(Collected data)
________________________________________

=================  ==================================  =========================================================
method             request                             answer
=================  ==================================  =========================================================
``Status``         ``{}``                              node name, start time, addresses, sessions running
``ListJobs``       ``{}``                              ``jobs``: name, peer, role, schedule, next run, last run
``RunJob``         ``{"job": NAME}``                   ``job``, ``session`` (first attempt), ``scheduled_for``
``History``        ``{"job": NAME?, "limit": N?}``     ``runs``: the job store's rows, most recent first
``ListSessions``   ``{"limit": N?}``                   ``sessions``: live and recent sessions
``ShowSession``    ``{"session": ID}``                 ``session``: status, phase, AND gates done/total, bytes,
                                                       rate, time left, phases, result file
``Budget``         ``{"job": NAME?}``                  ``budgets``: each budgeted job's privacy budget: total,
                                                       period, spent, remaining, reserved, when spends free up
=================  ==================================  =========================================================

``ShowSession`` takes a whole session id or its beginning (the 12 characters ``sessions list`` prints) when one
session alone begins so. An unknown job or session answers ``NOT_FOUND``, a request that cannot be honoured (a job
this node only accepts, a run whose window is closed: the answer names the next opening) ``FAILED_PRECONDITION``, a malformed request ``INVALID_ARGUMENT``; the details say why. ``NodeAdmin`` answers the
methods for a running ``daemon.Node`` from its config, its job store and its session trackers (the console reads
the node through the same answers, ``node.nodeview``); ``AdminClient`` is the blocking client the
``jointstat jobs`` / ``jointstat sessions`` commands and the demo use.
"""

from __future__ import annotations

import asyncio
import json
import logging
from collections.abc import Awaitable, Callable, Iterable
from contextlib import AbstractContextManager
from typing import TYPE_CHECKING, Any

import grpc

from jointstat.node.progress import SessionTracker
from jointstat.node.store import RunRecord

if TYPE_CHECKING:
    from jointstat.node.config import JobConfig, NodeConfig
    from jointstat.node.daemon import Node

log = logging.getLogger("jointstat.node")

SERVICE = "jointstat.admin.v1.Admin"
METHODS = ("Status", "ListJobs", "RunJob", "History", "ListSessions", "ShowSession", "Budget")
CALL_TIMEOUT_S = 15.0


class AdminError(Exception):
    """The admin API refused a request or could not be reached; ``code`` is the gRPC status code."""

    def __init__(self, message: str, code: grpc.StatusCode | None = None) -> None:
        super().__init__(message)
        self.code = code


class RequestError(Exception):
    """Raised by an admin handler: answer with ``code`` and this message."""

    def __init__(self, code: grpc.StatusCode, message: str) -> None:
        super().__init__(message)
        self.code = code


def _encode(value: dict[str, Any]) -> bytes:
    return json.dumps(value, sort_keys=True, default=str).encode("utf-8")


def _decode(data: bytes) -> dict[str, Any]:
    try:
        value = json.loads(data.decode("utf-8")) if data else {}
    except (UnicodeDecodeError, json.JSONDecodeError):
        raise RequestError(grpc.StatusCode.INVALID_ARGUMENT, "the request is not UTF-8 JSON") from None
    if not isinstance(value, dict):
        raise RequestError(grpc.StatusCode.INVALID_ARGUMENT, "the request must be a JSON object")
    return value


def _snake(name: str) -> str:
    return "".join("_" + c.lower() if c.isupper() else c for c in name).lstrip("_")


def admin_handler(target: NodeAdmin) -> grpc.GenericRpcHandler:
    """The generic handler serving ``target``'s methods as the admin service (``ListJobs`` → ``list_jobs``)."""

    def wrap(method: Callable[[dict[str, Any]], Awaitable[dict[str, Any]]]) -> grpc.RpcMethodHandler:
        async def handle(data: bytes, context: grpc.aio.ServicerContext) -> bytes:
            try:
                return _encode(await method(_decode(data)))
            except RequestError as exc:
                await context.abort(exc.code, str(exc))
                raise AssertionError("unreachable") from None

        return grpc.unary_unary_rpc_method_handler(
            handle, request_deserializer=None, response_serializer=None
        )

    handlers = {name: wrap(getattr(target, _snake(name))) for name in METHODS}
    return grpc.method_handlers_generic_handler(SERVICE, handlers)


def text_field(request: dict[str, Any], key: str, *, required: bool = True) -> str | None:
    value = request.get(key)
    if value is None and not required:
        return None
    if not isinstance(value, str) or not value:
        raise RequestError(grpc.StatusCode.INVALID_ARGUMENT, f"{key!r} must be a non-empty string")
    return value


def limit_field(request: dict[str, Any], default: int = 50) -> int:
    value = request.get("limit", default)
    if isinstance(value, bool) or not isinstance(value, int) or not 1 <= value <= 10_000:
        raise RequestError(grpc.StatusCode.INVALID_ARGUMENT, "'limit' must be an integer from 1 to 10000")
    return value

________________________________________

[What the task requires]
Print all the entries exactly as written.

[Result of this task]
=================  ==================================  =========================================================
method             request                             answer
=================  ==================================  =========================================================
``Status``         ``{}``                              node name, start time, addresses, sessions running
``ListJobs``       ``{}``                              ``jobs``: name, peer, role, schedule, next run, last run
``RunJob``         ``{"job": NAME}``                   ``job``, ``session`` (first attempt), ``scheduled_for``
``History``        ``{"job": NAME?, "limit": N?}``     ``runs``: the job store's rows, most recent first
``ListSessions``   ``{"limit": N?}``                   ``sessions``: live and recent sessions
``ShowSession``    ``{"session": ID}``                 ``session``: status, phase, AND gates done/total, bytes,
                                                       rate, time left, phases, result file
``Budget``         ``{"job": NAME?}``                  ``budgets``: each budgeted job's privacy budget: total,
                                                       period, spent, remaining, reserved, when spends free up
=================  ==================================  =========================================================

``ShowSession`` takes a whole session id or its beginning (the 12 characters ``sessions list`` prints) when one
session alone begins so. An unknown job or session answers ``NOT_FOUND``, a request that cannot be honoured (a job
this node only accepts, a run whose window is closed: the answer names the next opening) ``FAILED_PRECONDITION``, a malformed request ``INVALID_ARGUMENT``; the details say why. ``NodeAdmin`` answers the
methods for a running ``daemon.Node`` from its config, its job store and its session trackers (the console reads
the node through the same answers, ``node.nodeview``); ``AdminClient`` is the blocking client the
``jointstat jobs`` / ``jointstat sessions`` commands and the demo use.
"""

from __future__ import annotations

import asyncio
import json
import logging
from collections.abc import Awaitable, Callable, Iterable
from contextlib import AbstractContextManager
from typing import TYPE_CHECKING, Any

import grpc

from jointstat.node.progress import SessionTracker
from jointstat.node.store import RunRecord

if TYPE_CHECKING:
    from jointstat.node.config import JobConfig, NodeConfig
    from jointstat.node.daemon import Node

log = logging.getLogger("jointstat.node")

SERVICE = "jointstat.admin.v1.Admin"
METHODS = ("Status", "ListJobs", "RunJob", "History", "ListSessions", "ShowSession", "Budget")
CALL_TIMEOUT_S = 15.0


class AdminError(Exception):
    """The admin API refused a request or could not be reached; ``code`` is the gRPC status code."""

    def __init__(self, message: str, code: grpc.StatusCode | None = None) -> None:
        super().__init__(message)
        self.code = code


class RequestError(Exception):
    """Raised by an admin handler: answer with ``code`` and this message."""

    def __init__(self, code: grpc.StatusCode, message: str) -> None:
        super().__init__(message)
        self.code = code


def _encode(value: dict[str, Any]) -> bytes:
    return json.dumps(value, sort_keys=True, default=str).encode("utf-8")


def _decode(data: bytes) -> dict[str, Any]:
    try:
        value = json.loads(data.decode("utf-8")) if data else {}
    except (UnicodeDecodeError, json.JSONDecodeError):
        raise RequestError(grpc.StatusCode.INVALID_ARGUMENT, "the request is not UTF-8 JSON") from None
    if not isinstance(value, dict):
        raise RequestError(grpc.StatusCode.INVALID_ARGUMENT, "the request must be a JSON object")
    return value


def _snake(name: str) -> str:
    return "".join("_" + c.lower() if c.isupper() else c for c in name).lstrip("_")


def admin_handler(target: NodeAdmin) -> grpc.GenericRpcHandler:
    """The generic handler serving ``target``'s methods as the admin service (``ListJobs`` → ``list_jobs``)."""

    def wrap(method: Callable[[dict[str, Any]], Awaitable[dict[str, Any]]]) -> grpc.RpcMethodHandler:
        async def handle(data: bytes, context: grpc.aio.ServicerContext) -> bytes:
            try:
                return _encode(await method(_decode(data)))
            except RequestError as exc:
                await context.abort(exc.code, str(exc))
                raise AssertionError("unreachable") from None

        return grpc.unary_unary_rpc_method_handler(
            handle, request_deserializer=None, response_serializer=None
        )

    handlers = {name: wrap(getattr(target, _snake(name))) for name in METHODS}
    return grpc.method_handlers_generic_handler(SERVICE, handlers)


def text_field(request: dict[str, Any], key: str, *, required: bool = True) -> str | None:
    value = request.get(key)
    if value is None and not required:
        return None
    if not isinstance(value, str) or not value:
        raise RequestError(grpc.StatusCode.INVALID_ARGUMENT, f"{key!r} must be a non-empty string")
    return value


def limit_field(request: dict[str, Any], default: int = 50) -> int:
    value = request.get("limit", default)
    if isinstance(value, bool) or not isinstance(value, int) or not 1 <= value <= 10_000:
        raise RequestError(grpc.StatusCode.INVALID_ARGUMENT, "'limit' must be an integer from 1 to 10000")
    return value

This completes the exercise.